婆婆提前一周就开始张罗寿宴的事,打电话给我的时候,语气里带着试探:“元霜啊,子轩放了寒假吧?你带他来,你爸想孙子了。”
我答应了。
离了婚的女人,跟前夫家扯不清关系,这话说出去不好听。
但我不在乎。
公婆待我不错,离了婚也没说过我半句不是。
儿子赵子轩更是一直惦记着爷爷,每次考试考了第一,第一件事就是给爷爷打电话。
我收拾好东西,带着儿子坐了两个小时的公交车,到了公公订的那家饭店。
饭店不算高档,但够大,大厅里摆了五桌。亲戚们已经到了不少,几个婶子围在一起嗑瓜子聊天,看到我进来,眼神闪了闪。
“哟,元霜来了。”二婶郭娟拉长了调子,“你倒是来得早。”
我点点头,没多说什么。这三年我已经习惯了。离婚的女人,走哪都有人拿眼神打量你,嘴上说着同情的话,心里不知道在想什么。
儿子倒是挺高兴,一进门就喊:“爷爷!”
公公从主桌上站起来,脸上的皱纹舒展开来,连声答应:“哎,乖孙子,过来让爷爷看看。”
赵德全今年六十一,教了一辈子书,头发白了大半,但身板还算硬朗。他摸着子轩的头,又抬头看了我一眼,眼神里有点复杂。
“来了就好。”他说。
婆婆吴惠英端着茶壶走过来,拉着我的手捏了捏:“瘦了。一个人带孩子,辛苦不?”
“还行。”我说。
她叹了口气,没再追问。
宴席慢慢热闹起来,亲戚们有说有笑。
我坐的那一桌大多是些不太熟的远房亲戚,二婶坐在我对面,一边剥花生一边跟旁边的三姑说悄悄话。
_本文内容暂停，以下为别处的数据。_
import Link from "next/link";
import type { Metadata } from "next";
import { SiteNav } from "@/components/site-nav";
import { SignOffNoticeProvider } from "@/components/sign-off/sign-off-notice";
import { SignOffActions } from "@/components/sign-off/sign-off-actions";
import { PackagePanel } from "@/components/archive/package-panel";
import { StateBadge } from "@/components/contexts/state-badge";
import { pageSiteActor } from "@/lib/server/page-access";
import { requestLocale } from "@/lib/server/request-locale";
import { formatWhen } from "@/lib/words/when";

export const metadata: Metadata = { title: "Sign-off" };

export default async function SignOffPage({ params }: { params: Promise<{ siteId: string }> }) {
  const locale = await requestLocale();
  const stamp = (d: Date | null) => (d ? formatWhen(d, locale) : "—");
  const { siteId } = await params;
  const { actor, read } = await pageSiteActor(siteId);
  const queue = await read.signOffQueue();
  const director = actor.role === "director";
  const groups = [
    {
      key: "awaiting",
      title: director ? "Awaiting your sign-off" : "Awaiting sign-off",
      rows: queue.contexts.filter((c) => c.state === "awaiting"),
    },
    { key: "open", title: "Open sheets", rows: queue.contexts.filter((c) => c.state === "open") },
    { key: "signed_off", title: "Signed off", rows: queue.contexts.filter((c) => c.state === "signed_off") },
  ];
  return (
    <>
      <SiteNav siteId={siteId} role={actor.role} current={`/sites/${siteId}/sign-off`} />
      <main className="mx-auto max-w-7xl space-y-6 px-4 py-6">
        <div>
          <h1 className="text-3xl font-bold">Sign-off</h1>
          <p className="mt-1 max-w-3xl text-ink-soft">
            {director
              ? "Sign off submitted sheets, or return or reopen them with a reason. A trench is signed off when all its contexts are."
              : actor.role === "digger"
                ? "Submit a complete sheet for sign-off; it is frozen until a director signs it off or returns it."
                : "Read-only for your role: the state of every context sheet."}
          </p>
        </div>
        <section aria-labelledby="trenches-h" className="sheet">
          <h2 id="trenches-h" className="text-lg font-bold">
            Trenches
          </h2>
          <ul className="mt-2 flex flex-wrap gap-3">
            {queue.trenches.map((t) => {
              const cs = queue.contexts.filter((c) => c.trenchId === t.id);
              const done = cs.filter((c) => c.state === "signed_off").length;
              return (
                <li key={t.id} className="rounded border border-paper-edge px-3 py-2">
                  <p className="font-bold">Trench {t.code}</p>
                  <p className="text-sm">
                    <span className="num">
                      {done}/{cs.length}
                    </span>{" "}
                    contexts signed off
                  </p>
                  {t.signedOffAt ? (
                    <p className="text-sm font-semibold text-ok">
                      Signed off by {t.signedOffBy} · <span className="num">{stamp(t.signedOffAt)}</span>
                    </p>
                  ) : (
                    <p className="text-sm text-ink-soft">Not signed off</p>
                  )}
                  <Link
                    className="mt-1 inline-flex min-h-11 items-center underline"
                    href={`/sites/${siteId}/reports/${t.id}`}
                  >
                    Trench record report
                  </Link>
                </li>
              );
            })}
          </ul>
        </section>
        {director && (
          <section aria-labelledby="package-h" className="sheet">
            <h2 id="package-h" className="text-lg font-bold">
              Deposition package
            </h2>
            <p className="mt-1 max-w-3xl text-sm text-ink-soft">
              The archive for a repository: a BagIt bag in one zip with every register as CSV, the matrix, the photos
              and the analysis runs, each file with its SHA-256. Records not yet signed off are marked so in every
              register. A package of one trench waits for its sign-off. The package is written on the server (it goes on
              if you leave this page); its fingerprint, the SHA-256 of its manifest, is stated in bag-info.txt and shown
              here once it is written.
            </p>
            <PackagePanel
              siteId={siteId}
              signedOffTrenches={queue.trenches.filter((t) => t.signedOffAt).map((t) => ({ id: t.id, code: t.code }))}
            />
          </section>
        )}
        <SignOffNoticeProvider>
          {groups.map((g) => (
            <section key={g.key} aria-labelledby={`${g.key}-h`}>
              <h2 id={`${g.key}-h`} className="text-xl font-bold">
                {g.title} <span className="num text-base text-ink-soft">({g.rows.length})</span>
              </h2>
              {g.rows.length === 0 ? (
                <p className="mt-1 text-ink-soft">None.</p>
              ) : (
                <div className="overflow-x-auto">
                  <table className="ledger mt-2">
                    <thead>
                      <tr>
                        <th>Context</th>
                        <th>Trench</th>
                        <th>State</th>
                        <th className="num">Finds</th>
                        <th>Submitted</th>
                        <th>Signed off</th>
                        <th>Sheet check</th>
                        <th>Actions</th>
                      </tr>
                    </thead>
                    <tbody>
                      {g.rows.map((c) => (
                        <tr key={c.id} data-context={c.number}>
                          <td>
                            <Link className="num font-semibold underline" href={`/sites/${siteId}/contexts/${c.id}`}>
                              {c.number}
                            </Link>{" "}
                            <span className="text-ink-soft">{c.type}</span>
                          </td>
                          <td>{c.trenchCode}</td>
                          <td>
                            <StateBadge state={c.state} />
                          </td>
                          <td className="num">{c.finds}</td>
                          <td className="text-xs">
                            {c.submittedBy ? (
                              <>
                                {c.submittedBy}
                                <br />
                                <span className="num">{stamp(c.submittedAt)}</span>
                              </>
                            ) : (
                              "—"
                            )}
                          </td>
                          <td className="text-xs">
                            {c.signedOffBy ? (
                              <>
                                {c.signedOffBy}
                                <br />
                                <span className="num">{stamp(c.signedOffAt)}</span>
                              </>
                            ) : (
                              "—"
                            )}
                          </td>
                          <td className="max-w-xs text-xs">
                            {c.state === "signed_off" ? (
                              "Locked"
                            ) : c.problems.length === 0 ? (
                              <span className="font-semibold text-ok">Complete</span>
                            ) : (
                              <ul className="list-disc pl-4 text-warn">
                                {c.problems.map((p, i) => (
                                  <li key={i}>{p.message}</li>
                                ))}
                              </ul>
                            )}
                          </td>
                          <td>
                            <SignOffActions
                              siteId={siteId}
                              contextId={c.id}
                              number={c.number}
                              state={c.state}
                              role={actor.role}
                              ready={c.problems.length === 0}
                            />
                          </td>
                        </tr>
                      ))}
                    </tbody>
                  </table>
                </div>
              )}
            </section>
          ))}
        </SignOffNoticeProvider>
        <p>
          <Link className="underline" href={`/sites/${siteId}/audit`}>
            Record trail of the whole site
          </Link>
        </p>
      </main>
    </>
  );
}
我隐约听到几个字眼:“一个人带着孩子……不容易……她前夫……”
我低头喝茶,假装没听见。
儿子坐在我旁边,帮我摆碗筷。他把筷子一双双摆整齐,又把自己的杯子倒满饮料,然后推到我面前:“妈,你喝点这个,别光喝茶,对胃不好。”
我心里一暖。
这孩子从小就懂事,懂事得让人心疼。
三年前我跟陈俊良离婚的时候,他才六岁。
那段时间我晚上偷偷哭,他就趴在我旁边,用小手帮我擦眼泪,说:“妈妈别哭,我陪着你。”
我摸了摸他的头,没说话。
就在这时,门口传来一阵骚动。
我抬头看过去,心一下子提到了嗓子眼。
陈俊良来了。
他穿着一身深灰色的西装,头发梳得油光发亮,脸上带着笑,手里拎着一个红色的礼品袋。
旁边站着个女人,穿着一件宽松的连衣裙,肚子高高隆起,一看就是怀孕了,而且月份不小了。
她挽着陈俊良的胳膊,笑盈盈地往里走。
整个大厅突然安静了下来。
所有人的目光都集中在我身上,又迅速移开了。婆婆手里的茶杯晃了一下,茶水洒在桌布上,洇开了一小片深色的印子。
公公赵德全脸上的笑容僵住了,好半天没回过神来。
我攥紧了筷子,指节发白。但我没动。
儿子也看到了他们。他放下手里的饮料,抬头看向我,小小的眉头皱得紧紧的。
“妈妈……”
“没事。”我说,声音很轻,“吃你的东西。”
他看了我一眼,没再说话,但也没低头,就那么直直地看着门口。
陈俊良显然没料到这样安静。他脸上的笑容有点挂不住,但还是硬着头皮往里走,边走边说:“爸,我带思涵来给你祝寿了。”
韩思涵跟着甜甜地喊了一声:“叔叔好,祝您生日快乐,健康长寿。”
公公的脸沉了下来。
婆婆赶紧站起来打圆场:“来了就好,来了就好,快找地方坐下。”她招呼服务员加椅子,又偷偷看了我一眼。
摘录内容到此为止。